Only lines containing the string "schemas" belong in the answer; find them in the records and copy them.

**Collected data**
____

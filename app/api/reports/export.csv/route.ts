// GET /api/reports/export.csv?chart=issued|decision-times|returns|active|expiries|incidents&from&to&department —
// one chart of the committee report as CSV (the figures of its table), for safety officers and
// admins; cells that would start a spreadsheet formula are neutralised. 422 naming a bad field.
import { route } from "@/lib/http/route";
import { committeeReport, reportFilters } from "@/lib/reports/queries";
import { reportCsvQuerySchema } from "@/lib/reports/schemas";
import { reportTable } from "@/lib/reports/tables";
import { csvResponse, toCsv } from "@/lib/review/csv";

export const GET = route({ access: "report.read", query: reportCsvQuerySchema }, async ({ user, query }) => {
  const filters = await reportFilters(query);
  const report = await committeeReport(user, filters);
  const table = reportTable(report, query.chart);
  return csvResponse(
    `benchclear-${query.chart}-${filters.from}-${filters.to}.csv`,
    toCsv(
      table.columns.map((c) => c.csv),
      table.rows,
    ),
  );
});
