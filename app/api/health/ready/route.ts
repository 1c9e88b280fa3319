// GET /api/health/ready — anyone (the load balancer's health check): 200 when this server may take
// requests (database and storage answer, not shutting down), else 503 with Retry-After. The body names
// each check as ok or failing, never the error.
import { route } from "@/lib/http/route";
import { readiness } from "@/lib/ops/health";

export const dynamic = "force-dynamic";

export const GET = route({ access: "public" }, async () => {
  const result = await readiness();
  return Response.json(
    { status: result.status, checks: result.checks },
    {
      status: result.ready ? 200 : 503,
      headers: { "Cache-Control": "no-store", ...(result.ready ? {} : { "Retry-After": "5" }) },
    },
  );
});
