// POST /api/permits/[id]/revoke — a safety officer revokes an active permit, with a reason and their
// password; the holder and the people named on it are told by e-mail.
import { z } from "zod";
import { clientIp } from "@/lib/http/client-ip";
import { fromZodError } from "@/lib/errors";
import { route } from "@/lib/http/route";
import { revokePermit } from "@/lib/permits/revoke";
import { revokeBodySchema } from "@/lib/permits/schemas";

const idSchema = z.uuid({ error: "must be a permit id" });

export const POST = route(
  { access: "permit.revoke", body: revokeBodySchema },
  async ({ request, user, body, params }) => {
    const id = idSchema.safeParse(params.id);
    if (!id.success) throw fromZodError(id.error, "id");
    const { permit, decision } = await revokePermit(user, id.data, body, { ip: clientIp(request.headers) });
    return {
      permit: {
        id: permit.id,
        number: permit.number,
        state: permit.state,
        version: permit.version,
        revokedAt: permit.revokedAt,
      },
      decision: {
        id: decision.id,
        kind: decision.kind,
        signerName: decision.signerName,
        meaning: decision.meaning,
        signedAt: decision.signedAt,
      },
    };
  },
);
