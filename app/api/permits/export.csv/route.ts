// GET /api/permits/export.csv — every permit with its effective state, for safety officers, as CSV
// (cells that would start a spreadsheet formula are neutralised). Figures are in SI base units, the
// unit in the column name; the apparatus, figures, event days, audience and operators are those of
// the signed revision the permit was issued on.
import { route } from "@/lib/http/route";
import { AUDIENCE_LABELS } from "@/lib/applications/schemas";
import { permitsForExport } from "@/lib/permits/queries";
import { csvResponse, toCsv } from "@/lib/review/csv";

const audienceText = (audience: string | null) =>
  audience ? (AUDIENCE_LABELS[audience as keyof typeof AUDIENCE_LABELS] ?? audience) : null;

export const GET = route({ access: "permit.read.any" }, async ({ user }) => {
  const rows = await permitsForExport(user);
  const body = toCsv(
    [
      "number",
      "state",
      "tier",
      "valid_from",
      "valid_to",
      "title",
      "room",
      "apparatus",
      "stored_energy_J",
      "highest_voltage_V",
      "event_first_day",
      "event_last_day",
      "audience",
      "audience_size",
      "operators",
      "holder",
      "holder_email",
      "department",
      "conditions",
      "issued_at",
      "revoked_at",
      "revoked_reason",
    ],
    rows.map((r) => [
      r.number,
      r.state,
      r.tier,
      r.validFrom,
      r.validTo,
      r.title,
      r.room,
      r.apparatusName,
      r.energy_J,
      r.maxVoltage_V,
      r.firstDay,
      r.lastDay,
      audienceText(r.audience),
      r.audienceSize,
      (r.operators ?? []).join(" | "),
      r.holderName,
      r.holderEmail,
      r.departmentName,
      r.conditions.join(" | "),
      r.issuedAt,
      r.revokedAt,
      r.revokedReason,
    ]),
  );
  return csvResponse(`benchclear-permits-${new Date().toISOString().slice(0, 10)}.csv`, body);
});
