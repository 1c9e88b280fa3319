// POST /api/permits/[id]/revoke — a safety officer revokes an active permit, with a reason and their
// password; the holder and the people named on it are told by e-mail.
import { clientIp } from "@/lib/http/client-ip";
import { route } from "@/lib/http/route";
import { revokePermit } from "@/lib/permits/revoke";
import { revokeBodySchema } from "@/lib/permits/schemas";

export const POST = route(
  { access: "permit.revoke", body: revokeBodySchema, ids: { id: "That permit" } },
  async ({ request, user, body, params }) => {
    const { permit, decision } = await revokePermit(user, params.id, body, { ip: clientIp(request.headers) });
    return {
      permit: {
        id: permit.id,
        number: permit.number,
        state: permit.state,
        version: permit.version,
        revokedAt: permit.revokedAt,
      },
      decision: {
        id: decision.id,
        kind: decision.kind,
        signerName: decision.signerName,
        meaning: decision.meaning,
        signedAt: decision.signedAt,
      },
    };
  },
);
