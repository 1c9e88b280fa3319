import { eq } from "drizzle-orm";
import { beforeAll, describe, expect, it } from "vitest";
import { getDb } from "@/db";
import { decisions, incidents, permits, users } from "@/db/schema";
import { wallTimeToInstant } from "@/lib/incidents/time";
import { createDepartment, createUser, requireDatabase, TEST_PASSWORD, uniq } from "../support/db";
import { http, institutionSessionCookie, signIn } from "../support/http";
import { pngBytes } from "../applications/support";
import { createSubmittedApplication, createTeam } from "../review/support";
import { auditActions, mailsWithKey, uploadTo } from "./support";

requireDatabase();

// Incident and near-miss reports over HTTP against the production build: reporting, the officers'
// steps, revoking the named permit from a report, who reads a report, photos, and the mail of each
// step (reporter and officers, once per step).

type Team = Awaited<ReturnType<typeof createTeam>>;

const report = (extra: Record<string, unknown> = {}) => ({
  kind: "near_miss",
  summary: "Jar bank found charged after the show",
  description: "The meter read 2 kV across the bank an hour after the demonstration ended.",
  occurredAt: "2026-01-15T10:00",
  location: "B12 lecture theatre",
  injuries: false,
  ...extra,
});
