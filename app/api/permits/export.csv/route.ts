// GET /api/permits/export.csv — every permit with its effective state, for safety officers, as CSV
// (cells that would start a spreadsheet formula are neutralised).
import { route } from "@/lib/http/route";
import { permitsForExport } from "@/lib/permits/queries";
import { csvResponse, toCsv } from "@/lib/review/csv";

export const GET = route({ access: "permit.read.any" }, async ({ user }) => {
  const rows = await permitsForExport(user);
  const body = toCsv(
    [
      "number",
      "state",
      "tier",
      "valid_from",
      "valid_to",
      "title",
      "room",
      "holder",
      "holder_email",
      "department",
      "conditions",
      "issued_at",
      "revoked_at",
      "revoked_reason",
    ],
    rows.map((r) => [
      r.number,
      r.state,
      r.tier,
      r.validFrom,
      r.validTo,
      r.title,
      r.room,
      r.holderName,
      r.holderEmail,
      r.departmentName,
      r.conditions.join(" | "),
      r.issuedAt,
      r.revokedAt,
      r.revokedReason,
    ]),
  );
  return csvResponse(`benchclear-permits-${new Date().toISOString().slice(0, 10)}.csv`, body);
});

____

**Reply to the task**
import { reportCsvQuerySchema } from "@/lib/reports/schemas";
import { revokeBodySchema } from "@/lib/permits/schemas";
import { AUDIENCE_LABELS } from "@/lib/applications/schemas";
import { revokeBodySchema } from "@/lib/permits/schemas";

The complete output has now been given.